_Task to carry out_
Where "MISHAP" appears in a line of the entries below, that line should be copied.

_Stored items_
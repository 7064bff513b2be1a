import type { SymptomItem } from '@/lib/model/code-book'
import { BACKFIRES } from './symptoms-run-backfires'
import { LIMP_MODE } from './symptoms-run-limp'
import { CRANKS_NO_START } from './symptoms-run-no-start'
import { RUNS_ROUGH } from './symptoms-run-rough'

/** The complaints of this chapter. */
export const RUN_SYMPTOMS: SymptomItem[] = [CRANKS_NO_START, RUNS_ROUGH, LIMP_MODE, BACKFIRES]
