/*
 * Runs before the first paint, so that nobody in the dark gets a white page. Reads what
 * components/field/theme.ts kept: the choice and the next nights (civil dusk to civil dawn, ms).
 */
;(() => {
  const GROUND = { day: '#fcfcf6', shade: '#ebdcb9', night: '#0b0806' }
  let kept = null
  try {
    kept = JSON.parse(localStorage.getItem('farbench-theme'))
  } catch {
    kept = null
  }
  const asks = (query) => matchMedia(query).matches
  const first = asks('(prefers-color-scheme: dark)') && !asks('(prefers-contrast: more)')
  const choice = kept?.choice ?? (first ? 'night' : 'auto')
  const nights = Array.isArray(kept?.nights) ? kept.nights : []
  const now = Date.now()
  const dark = nights.some(([from, to]) => now >= from && now < to)
  const theme = choice in GROUND ? choice : dark ? 'night' : 'day'
  document.documentElement.dataset.theme = theme
  document.querySelector('meta[name="theme-color"]')?.setAttribute('content', GROUND[theme])
})()
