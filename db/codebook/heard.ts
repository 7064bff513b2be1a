/** A condition that tells: of 100 such calls with the fault behind them, how many riders say so; `otherwise` for the rest. */
export const heard = (
  id: string,
  name: string,
  otherwise: number,
  of100: Record<string, number>,
) => ({ id, name, tells: { of100, otherwise } })

/** A condition that is written down and moves no suspect. */
export const noted = (id: string, name: string) => ({ id, name, tells: null })
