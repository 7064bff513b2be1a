import { kindName } from '@/components/log/entry-words'
import { opTitle, refusalWords } from '@/lib/sync/client/unsent'
import type { ImportAnswer, ImportOutcome } from '@/lib/sync/protocol/unsent-file'

type Listed = ImportAnswer['ops'][number]

/** What a record of the file is, in the words the phone uses for it. */
export function listedTitle(op: Pick<Listed, 'kind' | 'entry'>): string {
  const log = op.entry === null ? undefined : kindName(op.entry)
  return log ?? opTitle(op.kind) ?? 'Something this desk does not know'
}

const OUTCOMES: Record<ImportOutcome, string> = {
  new: 'New to the shop',
  taken: 'Taken in',
  quarantined: 'Set aside for the owner’s word',
  already: 'The shop has it already',
  refused: 'Refused',
  blocked: 'Waits for a record the shop does not have',
  later: 'Not now: bring the file again later',
}

/** What became of it, with the reason of a refusal. */
export function outcomeWords(of: Pick<Listed, 'outcome' | 'code'>): string {
  if (of.outcome !== 'refused') return OUTCOMES[of.outcome]
  if (of.code === 'letGo') return 'Let go by the person who made it: shown, not taken'
  return `Refused: ${refusalWords(of.code)}`
}

/** "3 taken in, 1 the shop had already, 1 refused." */
export function summaryOf(answer: ImportAnswer): string {
  const all = [...answer.ops, ...answer.photos]
  const count = (outcome: ImportOutcome) => all.filter((one) => one.outcome === outcome).length
  const parts = [
    [count('new'), 'new to the shop'],
    [count('taken'), 'taken in'],
    [count('quarantined'), 'set aside for the owner’s word'],
    [count('already'), 'here already'],
    [count('refused'), 'refused'],
    [count('blocked') + count('later'), 'waiting'],
  ] as const
  const said = parts.filter(([many]) => many > 0).map(([many, words]) => `${many} ${words}`)
  return said.length === 0 ? 'Nothing is in it.' : `${said.join(', ')}.`
}
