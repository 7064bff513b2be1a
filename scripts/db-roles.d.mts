/** Passwords by name: PG_ADMIN_PASSWORD, PG_OWNER_PASSWORD, PG_APP_PASSWORD, PG_WORK_PASSWORD. */
export type Passwords = Record<string, string>
export function readPasswords(envFile: string): Passwords
export function rolesScript(passwords: Passwords, databaseName: string): string
export function addresses(
  passwords: Passwords,
  databaseName: string,
  port: number,
): { port: number; adminUrl: string; ownerUrl: string; appUrl: string; workUrl: string }
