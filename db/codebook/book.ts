import type { CodeBookItem } from '@/lib/model/code-book'
import { assemble, type Chapter } from './chapter'
import { CHARGE } from './chapter-charge'
import { DIES } from './chapter-dies'
import { DRIVE } from './chapter-drive'
import { MISHAP } from './chapter-mishap'
import { RUN } from './chapter-run'
import { STARTING } from './chapter-start'
import { itemsOf } from './items'
import type { Unseparated } from './unseparated'

/** The chapters in their order: a later one builds on what stands in an earlier one. */
const CHAPTERS: readonly Chapter[] = [DIES, RUN, STARTING, CHARGE, DRIVE, MISHAP]

const book = assemble(CHAPTERS)

/** Pairs of faults that no check or swap of the book tells apart, each with its reason (rule CB11). */
export const UNSEPARATED: readonly Unseparated[] = book.unseparated

/** The whole code book, in the order it is published. */
export const BOOK_ITEMS: CodeBookItem[] = itemsOf(book)
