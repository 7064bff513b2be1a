import type { ReadingBody } from '@/lib/model/log-entry'
import { unitLabel } from '../reading-strip/unit-words'
import { VerdictLine } from '../reading-strip/verdict-line'
import { classes } from '../ui/class-names'
import { Figure } from '../ui/figure'

type Props = { body: ReadingBody; struck?: boolean; large?: boolean }

/** The figure of a reading as it was typed, with its unit and the verdict it was saved with. */
export function ReadingLine({ body, struck = false, large = false }: Props) {
  return (
    <span className={classes('flex flex-wrap items-center gap-x-3', struck && 'line-through')}>
      <Figure
        value={body.overRange ? `OL > ${body.asTyped}` : body.asTyped}
        unit={unitLabel(body.quantity, body.unit)}
        size={large ? 'figure' : 'row'}
      />
      <VerdictLine verdict={body.result?.verdict ?? null} large={large} />
    </span>
  )
}
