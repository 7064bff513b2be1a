import { copyFileSync, existsSync, mkdirSync, statSync } from 'node:fs'
import { dirname, join } from 'node:path'
import { fileURLToPath } from 'node:url'

/**
 * Copies the three woff2 files of the design (latin subsets, OFL-1.1) and their licences from their
 * packages to public/fonts, from where they are served and precached.
 */
const root = join(dirname(fileURLToPath(import.meta.url)), '..')
const from = join(root, 'node_modules', '@fontsource-variable')
const to = join(root, 'public', 'fonts')

const FONTS = [
  { pkg: 'big-shoulders', file: 'big-shoulders-latin-wght-normal.woff2' },
  {
    pkg: 'atkinson-hyperlegible-next',
    file: 'atkinson-hyperlegible-next-latin-wght-normal.woff2',
  },
  { pkg: 'martian-mono', file: 'martian-mono-latin-wdth-normal.woff2' },
]

mkdirSync(to, { recursive: true })
let bytes = 0
for (const { pkg, file } of FONTS) {
  const source = join(from, pkg, 'files', file)
  if (!existsSync(source)) {
    throw new Error(`${source} is missing: run npm ci`)
  }
  copyFileSync(source, join(to, file))
  copyFileSync(join(from, pkg, 'LICENSE'), join(to, `${pkg}.LICENSE.txt`))
  bytes += statSync(source).size
}
console.log(`fonts: ${FONTS.length} files, ${Math.round(bytes / 1024)} kB`)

_Answer section_
import { MISHAP } from './chapter-mishap'
const CHAPTERS: readonly Chapter[] = [DIES, RUN, STARTING, CHARGE, DRIVE, MISHAP]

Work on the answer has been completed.